Correct Answer - Option 3 : 100 Hz
Concept:
Let the voltage and current equation be
\({\rm{v}} = {{\rm{V}}_m}\sin \omega t\) and \({\rm{i}} = {{\rm{I}}_m}\sin \left( {\omega t - \varphi } \right)\)
Instantaneous power at any instant is
\({\rm{p}} = {\rm{v}} \times {\rm{i}}\)
\({\rm{p}} = {\rm{\;}}{{\rm{V}}_m}\sin \omega t \times \;{{\rm{I}}_m}\sin \left( {\omega t - \varphi } \right)\)
\({\rm{p}} = {\rm{\;}}{{\rm{V}}_m}{\rm{\;}}{{\rm{I}}_m}[\sin \omega t \times \;\sin \left( {\omega t - \varphi } \right)]\)
Using trigonometric identities, to solve
\(\sin a\; \times \sin b = \;\frac{1}{2}\;\left[ {\cos \left( {a - b} \right) - \cos \left( {a + b} \right)} \right]\)
\({\rm{p}} = \frac{{{{\rm{V}}_m}{\rm{\;}}{{\rm{I}}_m}}}{2}\left[ {\cos \varphi - \cos \left( {2\omega t - \varphi } \right)} \right]\)

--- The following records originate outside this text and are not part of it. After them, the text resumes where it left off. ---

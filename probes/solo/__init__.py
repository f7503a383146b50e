"""The ``solo`` probe: what each column, alone and strictly out of fold, says about the target.

Each column is coded into bins (quantiles of numbers and datetimes, categories, a bin for
missing values) and every row is scored by its bin's target statistics computed on the
other folds, so a high-cardinality column cannot memorise the target. Power alone cannot
tell a leak from a strong honest feature, so three more figures decide the level:

- ``share``: how much of what a column's peers leave unexplained in it the target
  explains (``_peers``); a numeric target enters as its normal scores with three hinges
  and steps at its deciles, so a curved or stepped tie to it (a noisy copy of a skewed
  count, a count that differs above the median) counts as the target's. On
  scikit-learn's breast-cancer data a copy of the target with 5 % of labels flipped
  reaches 0.49 and no honest column more than 0.05 (measured;
  ``tests/probes/test_solo.py``); the share floors of ``SoloThresholds`` sit between,
  and were checked on wine, diabetes and the demo scenario;
- ``reference``: an out-of-fold LightGBM on the columns that are not suspects; a column
  that alone matches what all of them reach together is suspect;
- near-determinism: an out-of-fold Gini of 0.98 (AUC 0.99) or R² of 0.98 alone is
  critical (common practice, no source: honest tabular features rarely reach it);
- ``unique_lift``: what the column adds to the rest of the table. For the suspects (the
  columns that a large lift would raise to high) and the strongest columns, at most
  ``lift_columns`` of them, the reference model is fitted on the other columns without
  and with the column, the other suspects left out of both, so two leaks cannot clear
  each other. A leak matters through what it adds: "almost a function of the target"
  alone is no leak when the lift is nil (an honest site code the class nearly fixes).
  Where the rest leaves under one row of the smallest class misranked, a lift cannot be
  measured: then a near-function needs a share that stands out, or near-identity with the
  target (U ≥ 0.7 with power 0.8) to stay at high;
- calibration: each share is placed among the same share of the table's other columns
  (robust z on the log residual-variance scale), so a share 20 times the typical one
  is high even under a fixed floor, and one that does not stand out is not;
- presence: one bin alone (the missing values, or one pile such as the zeros) that tells
  the two classes apart, with a large unique lift, is high: a value filled in only
  when the outcome happened.

Evidence ``detail["unique_lift"]`` (also read for a column's impact) is ``{"value",
"low", "high", "statistic", "folds", "error_without", "error_with", "without"}``:
``value`` is 1 − error_with / error_without on the pooled out-of-fold predictions of the
seeded reference model (error = 1 − AUC, macro one-vs-rest for several classes, or
1 − R²; ``statistic`` says which), ``low`` and ``high`` the smallest and largest of the
same ratio per fold (``folds`` of them, the same folds in both fits), ``without`` the
other suspects left out of both fits. Columns that were not examined carry ``None``.

The level is read from a declared table of named rules (``_rules.RULES``: name, level,
condition on the figures, the figure shown and the sentence), first match wins, then caps
(a small sample, too few peers) lower it; ``detail["decided_by"]`` names the rule. Issue 24's
classes are rules of their own: ``fellow_of_leak`` (two near-perfect leaks that explain each
other: a strong column that a suspect found at high explains beyond the target more than
its other peers do is that suspect's fellow, left out of its lift, and high itself with a
large lift), ``share_untellable`` (a large lift beside peers that tell nothing of the target
cannot tell cause from effect: medium), ``target_function_of_column`` (every value of a
coded column belongs to one class and it is finer than the target: a lookup, medium).

Identifiers and the row position are audited for ``row_order_tells_target``: they have no
business predicting anything, so the level follows the effect size and a z-test against
the Mann–Whitney null (z ≥ 4 for high; common practice for many parallel tests). An
identifier stays at high only when it adds to the features: at most medium when its order
follows a feature that predicts as well (ids numbered after a sort) or when the reference
model gains nothing from it (unique lift under ``lift_nil``). The row position is no input
of any model, so the order a file is stored in is at most medium, and low once a split is
given (it can bias only splits or folds cut by position), unless the file is stored in the
order of an identifier found at high: then the two findings agree (the order reaches a
model through that column). On the clean-splits bench
(``benchmarks/clean_splits.py``, 9 honest tables, 3 seeds) these caps took identifiers and
row position at high from 7 and 13 of 22 runs to 0.
"""

from __future__ import annotations

from dataclasses import dataclass, replace
from typing import Any

import numpy as np
from scipy.special import ndtri
from scipy.stats import norm

from featureaudit.kit.oof import CellScore, Target, make_target, score_bins
from featureaudit.kit.registry import Capabilities, Probe, ProbeOutput, register
from featureaudit.kit.sample import content_keys, order_keys
from featureaudit.kit.stats import Bins, bin_codes
from featureaudit.load.io import numeric_view
from featureaudit.load.settings import Settings
from featureaudit.load.table import AuditTable
from featureaudit.load.threads import column_map
from featureaudit.probes.solo._detail import common_detail
from featureaudit.probes.solo._order import (
    followed_feature,
    order_values,
    stored_in_order,
    within_partition_order,
)
from featureaudit.probes.solo._peers import (
    PeerInput,
    RefFit,
    beyond_target,
    dependence_shares,
    normal_scores,
    reference_fit,
    unique_lift,
)
from featureaudit.probes.solo._rules import Rule, decide, facts
from featureaudit.probes.solo._thresholds import (
    EDGE_ROWS,
    THRESHOLDS,
    ProxyFigures,
    SoloThresholds,
    measurable,
)
from featureaudit.vocab.evidence import Evidence, Skip
from featureaudit.vocab.levels import Level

\({\rm{p}} = {\rm{VIcos\varphi }} - {\rm{VI}}\cos \left( {2\omega t - \varphi } \right)\)
Where V and I are the root-mean-squared (RMS) values of the sinusoidal waveforms of voltage and current respectively.
- The above equation shows that the instantaneous AC power is the sum of two different terms.
- The first term is the average value of the instantaneous power.
- The second term is a time-varying sinusoid whose frequency is equal to twice the angular frequency of the supply due to the 2ω part of the term.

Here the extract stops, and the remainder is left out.